By Jane Meacham, retirement plans editor
The U.S. Supreme Court’s recent decision in Spokeo Inc. v. Robins, 13-1339, U.S. (May 16, 2016), which encourages Employee Retirement Income Security Act (ERISA) plaintiffs to allege a “concrete” injury, is viewed by many in the ERISA legal community as likely to reshape litigation against employer-sponsored retirement plans.

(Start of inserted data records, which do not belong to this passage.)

package resample_test

import (
	"math"
	"testing"

	"github.com/stretchr/testify/assert"
	"github.com/stretchr/testify/require"

	"tailgap/core/cutoff"
	"tailgap/core/gap"
	"tailgap/core/resample"
)

// Fieller's (1954) limits are the roots of a quadratic in the weight w,
//
//	(N - wS)² = q²[v + (w²-2wD)P]/n,  P = p̃(1-p̃),
//
// as long as κ's floor does not come in.
func TestRatioLimitsAreFiellers(t *testing.T) {
	table, scale := column{Dataset: "pima", Column: "glu"}.table(nil)
	for _, at := range []float64{80, 120, 140, 170} {
		e := table.Estimate(table.Region(gap.Ends(scale, cutoff.Cutoff{Side: cutoff.AtLeast, At: at}, false)))
		require.False(t, e.Few())
		const q = 2.1
		p := e.Shrunk() * (1 - e.Shrunk())
		c := q * q / e.N
		square := e.Counted*e.Counted - c*p
		half := e.Curve*e.Counted - c*e.D*p
		root := math.Sqrt(half*half - square*(e.Curve*e.Curve-c*e.V))

		low, high := resample.RatioLimits(e.Curve/e.Counted, func(weight float64) resample.Interval {
			margin := q * e.SE(weight)
			return resample.Interval{Low: e.Gap(weight) - margin, High: e.Gap(weight) + margin}
		})
		require.NotNil(t, high)
		assert.InEpsilon(t, (half-root)/square, *low, 1e-9, at)
		assert.InEpsilon(t, (half+root)/square, *high, 1e-9, at)
	}
}

func TestRatioLimitsThatAreNone(t *testing.T) {
	low, high := resample.RatioLimits(2, func(weight float64) resample.Interval {
		return resample.Interval{Low: -1 - weight, High: 1}
	})
	assert.Zero(t, *low, "the curve's share can't be told from zero")
	assert.Nil(t, high, "the counted share can't be told from zero")
}
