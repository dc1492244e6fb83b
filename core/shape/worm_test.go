package shape

import (
	"math"
	"math/rand/v2"
	"testing"

	"github.com/stretchr/testify/assert"
	"pgregory.net/rapid"

	"tailgap/core/curve"
	"tailgap/core/cutoff"
	"tailgap/core/gap"
	"tailgap/core/sample"
	"tailgap/testdata"
)

// Places and limits of the paper's formula, with R 4.2.2's qnorm and dnorm:
// q <- qnorm((1:5 - 0.5) / 5); 1.959963984540054 * sqrt(pnorm(q) * (1 - pnorm(q)) / 5) / dnorm(q)
func TestWorm(t *testing.T) {
	w := NewWorm(table([]float64{1, 2, 4, 8, 16}), 0.95)
	assert.Equal(t, []float64{1, 2, 4, 8, 16}, w.Score)
	want := []float64{-1.2815515655446006, -0.52440051270804066, 0, 0.52440051270804066, 1.2815515655446006}
	limits := []float64{1.49834337, 1.15525344, 1.09855809, 1.15525344, 1.49834337}
	for i, q := range want {
		assert.InDelta(t, q, w.Quantile[i], 1e-9)
		assert.InDelta(t, (w.Score[i]-6.2)/6.09918027279076-q, w.Deviation[i], 1e-9) // R: mean 6.2, sd 6.09918027279076
		assert.InDelta(t, limits[i], w.Limit[i], 1e-6)
	}
	tied := NewWorm(table([]float64{1, 1, 1, 2}), 0.95)
	assert.InDelta(t, -0.31863936396437514, tied.Quantile[0], 1e-9) // qnorm(1.5/4)
	assert.InDelta(t, 1.15034938037600787, tied.Quantile[1], 1e-9)  // qnorm(3.5/4)
}

func TestManyMarksAreThinnedEvenly(t *testing.T) {
	source := rand.New(rand.NewPCG(3, 4))
	scores := make([]float64, 20000)
	for i := range scores {
		scores[i] = source.NormFloat64()
	}
	tab := table(scores)
	w := NewWorm(tab, 0.95)
	assert.LessOrEqual(t, len(w.Score), mostMarks)
	assert.Greater(t, len(w.Score), mostMarks*3/4)
	assert.Equal(t, tab.Counts.Min(), w.Score[0])
	assert.Equal(t, tab.Counts.Max(), w.Score[len(w.Score)-1])
	widest := 0.0
	for i := 1; i < len(w.Quantile); i++ {
		step := w.Quantile[i] - w.Quantile[i-1]
		assert.Positive(t, step)
		if math.Abs(w.Quantile[i]) < 2.5 {
			widest = math.Max(widest, step)
		}
	}
	assert.Less(t, widest, 2.5*(w.Quantile[len(w.Quantile)-1]-w.Quantile[0])/mostMarks)
}

// A cutoff stands between the marks of the scores on its two sides.
func TestPlace(t *testing.T) {
	tab := table(testdata.Open("mathexam", "nsolved"))
	scale := sample.NewScale(tab.Counts, tab.Moments.SD, sample.StepChoice{}, nil)
	w := NewWorm(tab, 0.95)
	for i, score := range tab.Counts.Score {
		place, ok := Place(tab, gap.Ends(scale, cutoff.Cutoff{Side: cutoff.AtLeast, At: score}, false)[0])
		if i == 0 {
			assert.False(t, ok, "everyone is at or above the lowest score")
			continue
		}
		assert.True(t, ok)
		assert.Greater(t, place, w.Quantile[i-1])
		assert.Less(t, place, w.Quantile[i])
	}
}

// What words.ReadWorm says of a mark above, or below, the line is so for every
// sample.
func TestTheWormsSideSaysWhereTheCurveHasTooFew(t *testing.T) {
	rapid.Check(t, func(t *rapid.T) {
		p := drawCase(t).plan()
		w := NewWorm(p.Table, 0.95)
		people, before := float64(p.Table.Counts.N), 0.0
		for i, count := range p.Table.Counts.Count {
			z := p.Table.Curve.Z(w.Score[i])
			if w.Deviation[i] > 1e-9 {
				assert.Less(t, curve.UpperTail(z), (people-before)/people)
			}
			before += float64(count)
			if w.Deviation[i] < -1e-9 {
				assert.Less(t, curve.UpperTail(-z), before/people)
			}
		}
	})
}
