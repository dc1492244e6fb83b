package shape

import (
	"context"
	"flag"
	"fmt"
	"math"
	"math/rand/v2"
	"os"
	"path/filepath"
	"slices"
	"strings"
	"testing"

	"github.com/stretchr/testify/assert"
	"github.com/stretchr/testify/require"

	"tailgap/core/cutoff"
	"tailgap/core/sample"
)

var study = flag.Bool("study", false, "measure the intervals' coverage anew, into testdata/shape/coverage.md (two minutes)")

// population is a distribution on a scale with a step.
type population struct {
	name string
	step float64
	at   []float64
	p    []float64
}

// onSteps is a continuous distribution rounded to steps, ends included.
func onSteps(name string, step, low, high float64, below func(float64) float64) population {
	q := population{name: name, step: step}
	for i := range int(math.Round((high-low)/step)) + 1 {
		at := low + float64(i)*step
		from, to := below(at-step/2), below(at+step/2)
		if i == 0 {
			from = 0
		}
		if at > high-step/2 {
			to = 1
		}
		q.at, q.p = append(q.at, at), append(q.p, to-from)
	}
	return q
}

// weighed is a distribution given by weights of the whole numbers 0..high.
func weighed(name string, high int, logWeight func(k float64) float64) population {
	q, total := population{name: name, step: 1}, 0.0
	for k := range high + 1 {
		weight := math.Exp(logWeight(float64(k)))
		q.at, q.p, total = append(q.at, float64(k)), append(q.p, weight), total+weight
	}
	for i := range q.p {
		q.p[i] /= total
	}
	return q
}

func logGamma(x float64) float64 { y, _ := math.Lgamma(x); return y }

// heapedOn moves a part of each score's people to the nearest multiple of 5.
func (q population) heapedOn(name string, part float64) population {
	moved := slices.Clone(q.p)
	for i, p := range q.p {
		moved[i] -= part * p
		moved[int(math.Round(float64(i)/5)*5)] += part * p
	}
	return population{name, q.step, q.at, moved}
}

func populations() []population {
	below := func(z float64) float64 { return math.Erfc(-z/math.Sqrt2) / 2 }
	normal := onSteps("normal (50, 10)", 1, 0, 100, func(x float64) float64 { return below((x - 50) / 10) })
	gamma := onSteps("", 1, 0, 100, func(x float64) float64 { y := math.Max(0, x/12); return 1 - math.Exp(-y)*(1+y) })
	betaBinomial := func(name string, a, b float64) population {
		return weighed(name, 30, func(k float64) float64 {
			return logGamma(31) - logGamma(k+1) - logGamma(31-k) + logGamma(k+a) + logGamma(30-k+b)
		})
	}
	return []population{
		normal,
		weighed("Poisson (3)", 40, func(k float64) float64 { return k*math.Log(3) - logGamma(k+1) }),
		weighed("negative binomial (mean 10, variance 40)", 120, func(k float64) float64 { return logGamma(k+10./3) - logGamma(k+1) + k*math.Log(0.75) }),
		betaBinomial("beta-binomial (30; 0.6, 2)", 0.6, 2),
		betaBinomial("beta-binomial (30; 5, 5)", 5, 5),
		onSteps("uniform 7..32", 1, 7, 32, func(x float64) float64 { return math.Max(0, math.Min(1, (x-6.5)/26)) }),
		onSteps("two normals", 1, 0, 60, func(x float64) float64 { return 0.7*below((x-20)/4) + 0.3*below((x-40)/4) }),
		onSteps("lognormal (0.8)", 0.05, 0, 60, func(x float64) float64 { return below(math.Log(math.Max(x, 1e-9)) / 0.8) }),
		onSteps("exponential", 0.05, 0.025, 20.025, func(x float64) float64 { return 1 - math.Exp(-math.Max(0, x)) }),
		onSteps("gamma (2)", 0.1, 0.05, 25.05, func(x float64) float64 { y := math.Max(0, x); return 1 - math.Exp(-y)*(1+y) }),
		normal.heapedOn("normal, half heaped on fives", 0.5),
		gamma.heapedOn("gamma (2), 6 of 10 heaped on fives", 0.6),
		onSteps("normal with three tenths at the floor", 1, 0, 60, func(x float64) float64 {
			return 0.3 + 0.7*math.Max(0, (below((x-20)/8)-below(-2.5))/(1-below(-2.5)))
		}),
		onSteps("normal cut off at a ceiling", 1, 0, 37, func(x float64) float64 { return below((x - 30) / 7) }),
	}
}

// cutoffs of a population at -2 ... 3 SD from its mean.
func (q population) cutoffs() (all []cutoff.Cutoff) {
	mean, variance := 0.0, 0.0
	for i, p := range q.p {
		mean += p * q.at[i]
	}
	for i, p := range q.p {
		variance += p * (q.at[i] - mean) * (q.at[i] - mean)
	}
	for _, z := range []float64{-2, -1, -0.5, 0.5, 1, 1.5, 2, 2.5, 3} {
		steps := math.Round((mean + z*math.Sqrt(variance) - q.at[0]) / q.step)
		all = append(all, atLeast(q.at[0]+steps*q.step)...)
	}
	return all
}

// truth is what a hundred million people give.
func (q population) truth(cutoffs []cutoff.Cutoff) Findings {
	var counts sample.Counts
	for i, p := range q.p {
		if people := int(math.Round(p * 1e8)); people > 0 {
			counts.Score, counts.Count, counts.N = append(counts.Score, q.at[i]), append(counts.Count, people), counts.N+people
		}
	}
	p := plannedOf(counts, sample.StepChoice{Size: q.step}, nil, false, cutoffs...)
	f, _ := Run(context.Background(), p, nil)
	return f
}

func (q population) draw(n int, source *rand.Rand) []float64 {
	scores := make([]float64, n)
	for i := range scores {
		u, at := source.Float64(), 0
		for ; at < len(q.p)-1 && u > q.p[at]; at++ {
			u -= q.p[at]
		}
		scores[i] = q.at[at]
	}
	return scores
}

// names of what has an interval.
var names = map[Kind]string{HalfStep: "half-step", Asymmetry: "asymmetry", Rest: "rest", Floor: "floor", Ceiling: "ceiling", Heaps: "heaps"}

// covered is, by what has an interval, in how many of the samples that had one
// it held the population's value; those of effects at each cutoff.
type covered map[string][]float64

func (q population) cover(n, samples, replicates int, seed uint64) covered {
	source := rand.New(rand.NewPCG(seed, uint64(n)))
	cutoffs := q.cutoffs()
	truth := q.truth(cutoffs)
	hits, of := map[string][]float64{}, map[string][]float64{}
	count := func(name string, i int, v, want *Value) {
		if v == nil || want == nil || v.Interval == nil {
			return
		}
		if hits[name] == nil {
			hits[name], of[name] = make([]float64, len(cutoffs)), make([]float64, len(cutoffs))
		}
		of[name][i]++
		if v.Interval.Low <= want.Estimate && want.Estimate <= v.Interval.High {
			hits[name][i]++
		}
	}
	for range samples {
		scores := q.draw(n, source)
		if slices.Min(scores) == slices.Max(scores) {
			continue
		}
		p := planned(scores, sample.StepChoice{Size: q.step}, nil, false, cutoffs...)
		p.Everyone, p.Replicates = false, replicates
		f, _ := Run(context.Background(), p, nil)
		count("skewness", 0, &f.Skewness, &truth.Skewness)
		count("kurtosis", 0, &f.ExcessKurtosis, &truth.ExcessKurtosis)
		for i := range cutoffs {
			for kind, name := range names {
				count(name, i, f.Cutoffs[i][kind], truth.Cutoffs[i][kind])
			}
		}
	}
	out := covered{}
	for name := range hits {
		for i, hit := range hits[name] {
			if of[name][i] >= 0.9*float64(samples) { // a pile found in some samples only is a chosen one
				out[name] = append(out[name], hit/of[name][i])
			}
		}
	}
	return out
}

// A slice of the study, seeded: what is in testdata/shape/coverage.md.
func TestCoverage(t *testing.T) {
	if *study {
		writeStudy(t)
	}
	all := populations()
	for _, c := range []struct {
		population int
		name       string
		least      float64
	}{{0, "asymmetry", 0.94}, {0, "rest", 0.94}, {2, "asymmetry", 0.94}, {2, "half-step", 0.92}, {3, "rest", 0.93}, {10, "heaps", 0.94}, {12, "floor", 0.92}} {
		got := mean(all[c.population].cover(100, 60, 200, 1)[c.name])
		assert.GreaterOrEqual(t, got, c.least, "%s, %s", all[c.population].name, c.name)
	}
}

func mean(values []float64) float64 {
	sum := 0.0
	for _, v := range values {
		sum += v
	}
	return sum / float64(len(values))
}

func writeStudy(t *testing.T) {
	columns := []string{"skewness", "kurtosis", "half-step", "asymmetry", "rest", "floor", "ceiling", "heaps"}
	var text strings.Builder
	text.WriteString("Share of 400 samples whose 95% interval holds the population's value, 400\nreplicates each; over nine cutoffs from -2 to 3 SD: mean (least).\n")
	for _, n := range []int{50, 100, 300, 1000} {
		fmt.Fprintf(&text, "\n## %d people\n\n| population | %s |\n|%s\n", n, strings.Join(columns, " | "), strings.Repeat(" --- |", len(columns)+1))
		over := map[string][]float64{}
		for _, q := range populations() {
			got := q.cover(n, 400, 400, 7)
			fmt.Fprintf(&text, "| %s |", q.name)
			for _, name := range columns {
				text.WriteString(cell(got[name], len(got[name]) > 1))
				over[name] = append(over[name], got[name]...)
			}
			text.WriteString("\n")
		}
		text.WriteString("| all |")
		for _, name := range columns {
			text.WriteString(cell(over[name], true))
		}
		text.WriteString("\n")
	}
	require.NoError(t, os.WriteFile(filepath.Join("..", "..", "testdata", "shape", "coverage.md"), []byte(text.String()), 0o644))
}

func cell(values []float64, least bool) string {
	switch {
	case len(values) == 0:
		return " |"
	case !least:
		return fmt.Sprintf(" %.2f |", values[0])
	}
	return fmt.Sprintf(" %.2f (%.2f) |", mean(values), slices.Min(values))
}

The 6-2 decision, which remanded the case to the 9th U.S. Circuit Court of Appeals (which covers Alaska, Arizona, California, Hawaii, Idaho, Montana, Nevada, Oregon, and Washington), may lead ERISA plan sponsor defendants to argue more often that a participant’s claim should not proceed in federal court because its alleged injury, which may be an ERISA breach claim, does not rise above a purely technical violation, according to a May 23 blog post by ERISA attorney Mark Casciari of Seyfarth Shaw LLP.
The Spokeo decision quickly became case law, cited in the Supreme Court’s remand a week later in the Verizon pension risk transfer suit back to appellate court. In that case, Pundt v. Verizon Communications, the question presented was whether a participant in an ERISA defined benefit plan has Article III standing to sue to challenge an ERISA violation, such as a fiduciary breach causing losses to the plan’s assets, regardless of loss to his or her individual benefits.